Quem o matou será, em todo o caso, condecorado, assegurou o Presidente russo, Vladimir Putin, que pediu expressamente à hierarquia militar para ser informado dos respectivos nomes.
"bandidos". Confirmando a morte "em combate do líder independentista, Akhmed Zakaiev, emissário no estrangeiro de Aslan Maskhadov, garantiu, contra ventos e marés, "a resistência vai continuar". E quem suceder ao antigo oficial do Exército soviético "terá uma única tarefa permanecer fiel ao nosso governo".
Tanto Moscovo, que se apressou a divulgar as imagens do cadáver na televisão, como Grozny fazem finca-pé na tese do "banditismo" checheno, susceptível de inviabilizar qualquer hipótese de diálogo. "Há ainda muito trabalho a fazer. Temos de redobrar os esforços para proteger a população da república e toda a Rússia dos bandidos", limitou-se a declarar Vladimir Putin. Mais eloquente, Taus Djabrailov, do Conselho de Estado da Chechénia, adiantou "Com a liquidação de Maskhadov, um golpe fatal foi desferido contra o que resta dos combatentes rebeldes. A sua morte anula os argumentos dos que insistiam em negociações com os separatistas ."

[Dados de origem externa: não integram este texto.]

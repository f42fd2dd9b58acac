/** Calls one route of the matrix (tests/api/route-cases.ts) with what its case's `setup` prepared. */
import type { PreparedRequest } from '../api/route-cases';
import { authHeader } from './auth';

export function callRoute(baseUrl: string, key: string, prepared: PreparedRequest, token: string | undefined): Promise<Response> {
  const [method, pattern] = key.split(' ');
  const url = pattern.replace(/:(\w+)/g, (_, name: string) => {
    const v = prepared.params?.[name];
    if (v === undefined) throw new Error(`${key}: setup gave no value for :${name}`);
    return encodeURIComponent(v);
  });
  return fetch(`${baseUrl}${url}`, {
    method,
    headers: {
      ...(token ? authHeader(token) : {}),
      ...(prepared.body !== undefined ? { 'content-type': 'application/json' } : {}),
      ...prepared.headers,
    },
    body: prepared.body !== undefined ? JSON.stringify(prepared.body) : undefined,
  });
}
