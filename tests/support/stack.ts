/**
 * The services a test run needs, each started fresh and thrown away at the end: a PostgreSQL
 * cluster in .tmp (never the `npm start` data), the mail catcher and the S3-compatible store.
 */
import fs from 'node:fs';
import path from 'node:path';
import { startPostgres, type PgCluster } from '../../scripts/lib/postgres';
import { migrateLatest } from '../../server/db/migrate';
import { startMailCatcher, type MailCatcher } from '../../scripts/lib/mail-catcher';
import { startS3Fake, type S3Fake } from '../../scripts/lib/s3-fake';
import { createDb } from '../../server/db/knex';
import { freePort } from './free-port';

export const ROOT = path.resolve(import.meta.dirname, '../..');

export interface TestStack {
  pg: PgCluster;
  mail: MailCatcher;
  s3: S3Fake;
  workDir: string;
  env: Record<string, string>;
  stop: () => Promise<void>;
}

export async function startTestStack(name: string): Promise<TestStack> {
  const workDir = path.join(ROOT, '.tmp', `${name}-${process.pid}-${Date.now()}`);
  fs.mkdirSync(workDir, { recursive: true });
  const pg = startPostgres({
    dataDir: path.join(workDir, 'postgres'),
    port: await freePort(),
    database: 'brineline_test',
    log: () => undefined,
  });
  const db = createDb(pg.url);
  try {
    await migrateLatest(db);
  } finally {
    await db.destroy();
  }
  const mail = await startMailCatcher({ port: await freePort(), dir: path.join(workDir, 'mail') });
  const s3 = await startS3Fake({ port: await freePort(), dir: path.join(workDir, 's3'), bucket: 'brineline-photos' });
  const env = {
    NODE_ENV: 'test',
    DATABASE_URL: pg.url,
    SMTP_URL: `smtp://127.0.0.1:${mail.port}`,
    DEV_MAIL_DIR: mail.dir,
    S3_ENDPOINT: s3.endpoint,
    BCRYPT_COST: '4',
    LOG_LEVEL: 'silent',
    JWT_SECRET: 'test-secret-test-secret-test-secret-0123456789',
  };
  return {
    pg,
    mail,
    s3,
    workDir,
    env,
    stop: async () => {
      await mail.close().catch(() => undefined);
      await s3.close().catch(() => undefined);
      pg.stop();
      fs.rmSync(workDir, { recursive: true, force: true });
    },
  };
}
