/** Survey fixtures for tests: the demo casualty with a fresh id, and a survey stored straight in a test org. */
import { randomUUID } from 'node:crypto';
import type { Knex } from 'knex';
import type { Survey } from '@shared/schemas/survey';
import type { SurveyChange, SurveyOp } from '@shared/schemas/sync';
import type { Role } from '@shared/api/roles';
import { demoSurvey } from '../../seeds/demo-survey';
import { pino } from 'pino';
import { createSurveyService } from '../../server/services/surveys';
import { signAccessToken } from '../../server/services/tokens';

/** The demo casualty as a new survey (fresh survey id, same entity ids). */
export function newSurvey(patch: Partial<Survey> = {}): Survey {
  const s = demoSurvey();
  return { ...s, id: randomUUID(), vesselId: undefined, ...patch };
}

export interface Caller {
  id: string;
  orgId: string;
  role: Role;
  email: string;
}

/** An access token for a member, without going through sign-in (in a session of its own that nobody ends). */
export function tokenFor(secret: string, m: Caller, sessionId: string = randomUUID()): Promise<string> {
  return signAccessToken(secret, { userId: m.id, orgId: m.orgId, role: m.role, email: m.email, sessionId });
}

/** Stores a new survey in the member's organisation and returns it. */
export async function storeSurvey(db: Knex, m: Caller, patch: Partial<Survey> = {}): Promise<Survey> {
  const survey = newSurvey(patch);
  const surveys = createSurveyService({ db, logger: pino({ level: 'silent' }) });
  await surveys.create({ userId: m.id, orgId: m.orgId, role: m.role, email: m.email }, survey);
  return survey;
}

let seqs = new Map<string, number>();
/** A change from `deviceId` with the next sequence number of that device. */
export function change(deviceId: string, surveyId: string, op: SurveyOp, baseRevision = 0): SurveyChange {
  const seq = (seqs.get(deviceId) ?? 0) + 1;
  seqs.set(deviceId, seq);
  return { id: randomUUID(), deviceId, seq, surveyId, baseRevision, createdAt: new Date().toISOString(), op };
}

export function resetSeqs(): void {
  seqs = new Map();
}
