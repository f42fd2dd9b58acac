/** Review fixtures: a survey of a test org brought to any status, and brief links with known tokens. */
import type { Knex } from 'knex';
import type { Survey } from '@shared/schemas/survey';
import type { SurveyStatus } from '@shared/review/status';
import { issueSecret } from '../../server/services/secrets';
import type { TestOrg } from './auth';
import { storeSurvey } from './surveys';

/** The moves (and who makes them) that lead from draft to each status. */
const PATH: Record<SurveyStatus, { to: SurveyStatus; by: 'surveyor' | 'engineer'; note?: string }[]> = {
  draft: [],
  submitted: [{ to: 'submitted', by: 'surveyor' }],
  in_review: [
    { to: 'submitted', by: 'surveyor' },
    { to: 'in_review', by: 'engineer' },
  ],
  accepted: [
    { to: 'submitted', by: 'surveyor' },
    { to: 'in_review', by: 'engineer' },
    { to: 'accepted', by: 'engineer' },
  ],
  returned: [
    { to: 'submitted', by: 'surveyor' },
    { to: 'returned', by: 'engineer', note: 'Add the soundings of No. 2 hold.' },
  ],
  changed_since_review: [
    { to: 'submitted', by: 'surveyor' },
    { to: 'in_review', by: 'engineer' },
    { to: 'accepted', by: 'engineer' },
    { to: 'changed_since_review', by: 'surveyor' },
  ],
};

/** Stores a new survey (made by the org's surveyor) and writes the status trail that leads to `status`. */
export async function surveyInStatus(db: Knex, org: TestOrg, status: SurveyStatus): Promise<Survey> {
  const survey = await storeSurvey(db, org.surveyor);
  let from: SurveyStatus = 'draft';
  for (const step of PATH[status]) {
    await db('status_events').insert({
      survey_id: survey.id,
      organisation_id: org.id,
      from_status: from,
      to_status: step.to,
      note: step.note ?? null,
      actor_id: org.members[step.by].id,
      revision: 1,
    });
    from = step.to;
  }
  if (status !== 'draft') await db('surveys').where({ id: survey.id }).update({ status });
  return survey;
}

/** Writes a brief link straight into the database and returns its token. */
export async function briefLink(
  db: Knex,
  org: TestOrg,
  surveyId: string,
  opts: { expiresAt?: Date; revoked?: boolean; units?: 'si' | 'us' } = {},
): Promise<{ id: string; token: string }> {
  const { token, hash } = issueSecret();
  const [row] = await db('brief_links')
    .insert({
      survey_id: surveyId,
      organisation_id: org.id,
      token_hash: hash,
      recipient_email: 'master@ship.example',
      units: opts.units ?? 'si',
      revision: 1,
      expires_at: opts.expiresAt ?? new Date(Date.now() + 86_400_000),
      created_by: org.engineer.id,
      revoked_at: opts.revoked ? new Date() : null,
      revoked_by: opts.revoked ? org.engineer.id : null,
    })
    .returning('id');
  return { id: row.id, token };
}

Djabrailov está convicto de que "com o desaparecimento de Maskhadov, a república vai reencontrar uma vida normal".
Os Estados Unidos, onde reside uma significativa comunidade chechena, não acolheram a notícia com grande agrado. O porta-voz da Casa Branca limitou-se a dizer "A nossa política não mudou. Pensamos que deve existir uma solução política para a situação na Chechénia e continuaremos a fazer valer este ponto de vista."
A diáspora chechena teme o pior o radicalismo islâmico levado às últimas consequências por rebeldes que se suspeita contarem com o apoio da Al-Qaeda.